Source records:

○ ○ ○ ○ ○

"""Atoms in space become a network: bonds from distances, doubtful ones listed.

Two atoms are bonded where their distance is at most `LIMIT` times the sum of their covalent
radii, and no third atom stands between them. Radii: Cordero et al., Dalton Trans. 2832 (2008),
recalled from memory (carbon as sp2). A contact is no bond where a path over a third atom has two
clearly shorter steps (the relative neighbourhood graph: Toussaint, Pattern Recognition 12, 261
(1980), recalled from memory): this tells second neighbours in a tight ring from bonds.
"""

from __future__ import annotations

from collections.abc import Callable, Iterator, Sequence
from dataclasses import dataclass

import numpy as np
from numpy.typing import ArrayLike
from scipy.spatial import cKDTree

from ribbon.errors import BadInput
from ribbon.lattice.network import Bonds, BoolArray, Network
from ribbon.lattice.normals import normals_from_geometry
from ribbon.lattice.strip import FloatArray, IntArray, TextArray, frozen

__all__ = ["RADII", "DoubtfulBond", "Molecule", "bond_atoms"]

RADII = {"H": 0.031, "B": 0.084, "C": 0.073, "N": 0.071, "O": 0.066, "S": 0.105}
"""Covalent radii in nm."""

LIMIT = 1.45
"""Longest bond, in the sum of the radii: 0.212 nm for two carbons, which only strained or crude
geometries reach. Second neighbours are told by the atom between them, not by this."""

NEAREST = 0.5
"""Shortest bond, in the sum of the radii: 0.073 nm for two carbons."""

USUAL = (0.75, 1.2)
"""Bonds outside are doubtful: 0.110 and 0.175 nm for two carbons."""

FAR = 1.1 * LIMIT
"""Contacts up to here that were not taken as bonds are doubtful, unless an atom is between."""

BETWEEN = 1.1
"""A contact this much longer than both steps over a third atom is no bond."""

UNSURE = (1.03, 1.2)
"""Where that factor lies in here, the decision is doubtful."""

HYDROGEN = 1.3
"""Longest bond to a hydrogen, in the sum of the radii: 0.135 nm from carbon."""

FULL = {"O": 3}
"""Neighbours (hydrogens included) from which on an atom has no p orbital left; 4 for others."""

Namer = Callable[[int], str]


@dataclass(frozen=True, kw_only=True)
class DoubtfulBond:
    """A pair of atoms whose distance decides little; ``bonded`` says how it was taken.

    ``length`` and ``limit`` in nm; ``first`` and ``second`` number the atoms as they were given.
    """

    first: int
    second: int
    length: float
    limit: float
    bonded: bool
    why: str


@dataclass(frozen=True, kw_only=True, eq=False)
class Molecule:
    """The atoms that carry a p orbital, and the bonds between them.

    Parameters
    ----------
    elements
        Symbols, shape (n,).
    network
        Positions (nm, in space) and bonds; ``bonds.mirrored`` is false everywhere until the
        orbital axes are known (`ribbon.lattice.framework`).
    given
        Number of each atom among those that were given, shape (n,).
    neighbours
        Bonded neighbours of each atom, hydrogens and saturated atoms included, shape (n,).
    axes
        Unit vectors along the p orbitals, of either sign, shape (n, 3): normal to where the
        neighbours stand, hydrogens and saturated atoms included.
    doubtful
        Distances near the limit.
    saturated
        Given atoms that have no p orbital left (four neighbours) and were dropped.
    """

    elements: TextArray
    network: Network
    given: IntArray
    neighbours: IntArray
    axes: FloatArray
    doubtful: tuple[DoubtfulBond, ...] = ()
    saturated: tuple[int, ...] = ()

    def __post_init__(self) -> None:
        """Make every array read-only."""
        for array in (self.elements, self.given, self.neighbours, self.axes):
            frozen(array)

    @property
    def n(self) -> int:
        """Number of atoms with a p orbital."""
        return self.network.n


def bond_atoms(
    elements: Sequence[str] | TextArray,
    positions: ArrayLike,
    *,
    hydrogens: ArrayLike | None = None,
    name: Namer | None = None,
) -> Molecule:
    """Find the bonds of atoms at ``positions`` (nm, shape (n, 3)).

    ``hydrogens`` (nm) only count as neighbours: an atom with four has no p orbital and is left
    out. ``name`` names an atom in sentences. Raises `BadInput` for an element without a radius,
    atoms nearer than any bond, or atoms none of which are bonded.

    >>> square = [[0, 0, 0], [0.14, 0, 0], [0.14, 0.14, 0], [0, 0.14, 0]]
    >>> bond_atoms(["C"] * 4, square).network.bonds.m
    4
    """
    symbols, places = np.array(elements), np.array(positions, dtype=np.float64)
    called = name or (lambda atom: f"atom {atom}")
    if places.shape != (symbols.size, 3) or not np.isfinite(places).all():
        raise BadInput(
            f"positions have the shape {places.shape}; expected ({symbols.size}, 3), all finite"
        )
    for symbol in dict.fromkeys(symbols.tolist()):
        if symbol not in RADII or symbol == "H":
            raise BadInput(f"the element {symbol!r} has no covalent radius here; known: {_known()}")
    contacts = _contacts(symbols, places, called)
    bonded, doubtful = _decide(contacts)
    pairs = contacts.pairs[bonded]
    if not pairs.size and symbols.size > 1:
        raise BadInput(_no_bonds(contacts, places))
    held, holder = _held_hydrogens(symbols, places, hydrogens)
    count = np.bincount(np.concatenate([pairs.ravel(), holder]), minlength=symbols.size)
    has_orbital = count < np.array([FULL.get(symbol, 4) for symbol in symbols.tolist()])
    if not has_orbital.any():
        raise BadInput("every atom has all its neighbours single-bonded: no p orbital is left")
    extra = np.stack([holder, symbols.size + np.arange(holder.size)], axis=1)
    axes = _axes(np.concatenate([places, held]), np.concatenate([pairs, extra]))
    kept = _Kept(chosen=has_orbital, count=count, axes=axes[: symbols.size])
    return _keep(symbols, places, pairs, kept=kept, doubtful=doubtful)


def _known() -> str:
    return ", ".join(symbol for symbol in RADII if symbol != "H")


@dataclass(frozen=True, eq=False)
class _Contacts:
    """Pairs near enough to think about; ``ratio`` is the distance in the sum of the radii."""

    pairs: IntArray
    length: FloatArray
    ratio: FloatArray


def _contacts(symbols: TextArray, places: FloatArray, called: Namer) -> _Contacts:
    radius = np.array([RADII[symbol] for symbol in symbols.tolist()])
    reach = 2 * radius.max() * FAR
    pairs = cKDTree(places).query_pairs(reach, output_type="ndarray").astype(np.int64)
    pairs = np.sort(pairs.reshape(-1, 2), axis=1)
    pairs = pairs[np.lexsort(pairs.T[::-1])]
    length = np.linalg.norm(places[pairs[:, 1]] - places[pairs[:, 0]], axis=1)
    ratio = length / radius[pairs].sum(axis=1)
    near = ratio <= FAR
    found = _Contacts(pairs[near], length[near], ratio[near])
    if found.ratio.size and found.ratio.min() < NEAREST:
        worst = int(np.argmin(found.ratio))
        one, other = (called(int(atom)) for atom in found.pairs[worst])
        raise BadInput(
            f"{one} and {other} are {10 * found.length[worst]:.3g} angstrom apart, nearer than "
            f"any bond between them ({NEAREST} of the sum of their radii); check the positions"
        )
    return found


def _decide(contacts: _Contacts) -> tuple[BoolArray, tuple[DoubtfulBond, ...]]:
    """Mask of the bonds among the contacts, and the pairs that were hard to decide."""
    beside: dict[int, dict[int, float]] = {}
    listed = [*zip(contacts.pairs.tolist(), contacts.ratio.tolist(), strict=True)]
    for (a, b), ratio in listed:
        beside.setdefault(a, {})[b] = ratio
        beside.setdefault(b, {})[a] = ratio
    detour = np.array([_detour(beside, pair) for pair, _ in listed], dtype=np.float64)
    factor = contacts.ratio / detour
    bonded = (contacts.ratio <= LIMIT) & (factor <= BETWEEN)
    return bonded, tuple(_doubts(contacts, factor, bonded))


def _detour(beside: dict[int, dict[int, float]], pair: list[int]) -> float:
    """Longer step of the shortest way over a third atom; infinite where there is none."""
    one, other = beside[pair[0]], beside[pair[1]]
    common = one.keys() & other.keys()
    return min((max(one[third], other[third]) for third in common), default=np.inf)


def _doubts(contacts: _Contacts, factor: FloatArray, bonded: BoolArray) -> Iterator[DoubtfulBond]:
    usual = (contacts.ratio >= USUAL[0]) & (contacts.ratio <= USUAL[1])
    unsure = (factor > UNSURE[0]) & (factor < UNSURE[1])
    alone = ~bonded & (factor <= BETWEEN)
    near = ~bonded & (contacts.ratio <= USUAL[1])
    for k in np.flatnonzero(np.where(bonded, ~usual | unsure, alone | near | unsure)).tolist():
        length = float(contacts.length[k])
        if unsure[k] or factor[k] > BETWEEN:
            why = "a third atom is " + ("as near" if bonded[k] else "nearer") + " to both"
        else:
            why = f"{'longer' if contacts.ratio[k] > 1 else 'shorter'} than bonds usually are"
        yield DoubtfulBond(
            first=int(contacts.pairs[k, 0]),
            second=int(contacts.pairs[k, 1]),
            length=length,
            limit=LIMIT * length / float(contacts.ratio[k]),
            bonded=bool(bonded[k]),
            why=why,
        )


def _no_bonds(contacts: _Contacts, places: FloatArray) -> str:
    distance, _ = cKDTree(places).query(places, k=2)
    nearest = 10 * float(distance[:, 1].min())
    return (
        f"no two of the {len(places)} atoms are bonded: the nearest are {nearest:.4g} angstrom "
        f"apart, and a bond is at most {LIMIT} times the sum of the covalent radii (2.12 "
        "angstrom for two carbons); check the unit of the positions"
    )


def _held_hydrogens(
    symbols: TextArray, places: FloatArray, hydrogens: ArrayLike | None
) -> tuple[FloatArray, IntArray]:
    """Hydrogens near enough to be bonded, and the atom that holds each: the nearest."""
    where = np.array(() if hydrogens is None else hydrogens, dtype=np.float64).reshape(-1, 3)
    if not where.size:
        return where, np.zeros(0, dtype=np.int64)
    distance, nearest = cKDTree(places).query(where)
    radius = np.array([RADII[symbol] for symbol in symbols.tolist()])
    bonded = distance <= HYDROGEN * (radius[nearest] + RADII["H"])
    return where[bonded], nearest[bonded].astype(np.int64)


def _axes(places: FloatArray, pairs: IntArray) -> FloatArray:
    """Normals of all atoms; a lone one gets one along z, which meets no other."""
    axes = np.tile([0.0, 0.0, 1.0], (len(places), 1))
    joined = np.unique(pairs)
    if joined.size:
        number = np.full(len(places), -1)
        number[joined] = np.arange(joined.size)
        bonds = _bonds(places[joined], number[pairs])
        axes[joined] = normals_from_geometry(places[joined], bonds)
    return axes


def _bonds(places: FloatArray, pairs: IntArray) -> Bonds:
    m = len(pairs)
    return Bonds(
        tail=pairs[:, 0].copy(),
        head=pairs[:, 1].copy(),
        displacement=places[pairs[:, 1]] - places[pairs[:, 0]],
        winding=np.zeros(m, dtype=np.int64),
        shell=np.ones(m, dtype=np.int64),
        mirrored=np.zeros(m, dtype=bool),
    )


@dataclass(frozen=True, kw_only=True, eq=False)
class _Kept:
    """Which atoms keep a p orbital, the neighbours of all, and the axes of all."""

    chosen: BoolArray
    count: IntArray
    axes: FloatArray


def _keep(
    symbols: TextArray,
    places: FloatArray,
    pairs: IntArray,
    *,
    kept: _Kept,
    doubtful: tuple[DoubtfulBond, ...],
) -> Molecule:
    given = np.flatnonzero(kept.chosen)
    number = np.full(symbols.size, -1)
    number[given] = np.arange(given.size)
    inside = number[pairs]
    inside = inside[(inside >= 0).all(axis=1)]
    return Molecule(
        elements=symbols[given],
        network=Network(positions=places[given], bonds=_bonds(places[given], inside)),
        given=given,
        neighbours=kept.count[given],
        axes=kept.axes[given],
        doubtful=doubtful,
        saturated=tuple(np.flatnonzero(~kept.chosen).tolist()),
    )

○ ○ ○ ○ ○

Work to complete: Beginning at the first line of the data above, retype each line until you reach the line containing "FAR = 1.1 * LIMIT", and include that one too. Add nothing else.

Expected answer:
"""Atoms in space become a network: bonds from distances, doubtful ones listed.

Two atoms are bonded where their distance is at most `LIMIT` times the sum of their covalent
radii, and no third atom stands between them. Radii: Cordero et al., Dalton Trans. 2832 (2008),
recalled from memory (carbon as sp2). A contact is no bond where a path over a third atom has two
clearly shorter steps (the relative neighbourhood graph: Toussaint, Pattern Recognition 12, 261
(1980), recalled from memory): this tells second neighbours in a tight ring from bonds.
"""

from __future__ import annotations

from collections.abc import Callable, Iterator, Sequence
from dataclasses import dataclass

import numpy as np
from numpy.typing import ArrayLike
from scipy.spatial import cKDTree

from ribbon.errors import BadInput
from ribbon.lattice.network import Bonds, BoolArray, Network
from ribbon.lattice.normals import normals_from_geometry
from ribbon.lattice.strip import FloatArray, IntArray, TextArray, frozen

__all__ = ["RADII", "DoubtfulBond", "Molecule", "bond_atoms"]

RADII = {"H": 0.031, "B": 0.084, "C": 0.073, "N": 0.071, "O": 0.066, "S": 0.105}
"""Covalent radii in nm."""

LIMIT = 1.45
"""Longest bond, in the sum of the radii: 0.212 nm for two carbons, which only strained or crude
geometries reach. Second neighbours are told by the atom between them, not by this."""

NEAREST = 0.5
"""Shortest bond, in the sum of the radii: 0.073 nm for two carbons."""

USUAL = (0.75, 1.2)
"""Bonds outside are doubtful: 0.110 and 0.175 nm for two carbons."""

FAR = 1.1 * LIMIT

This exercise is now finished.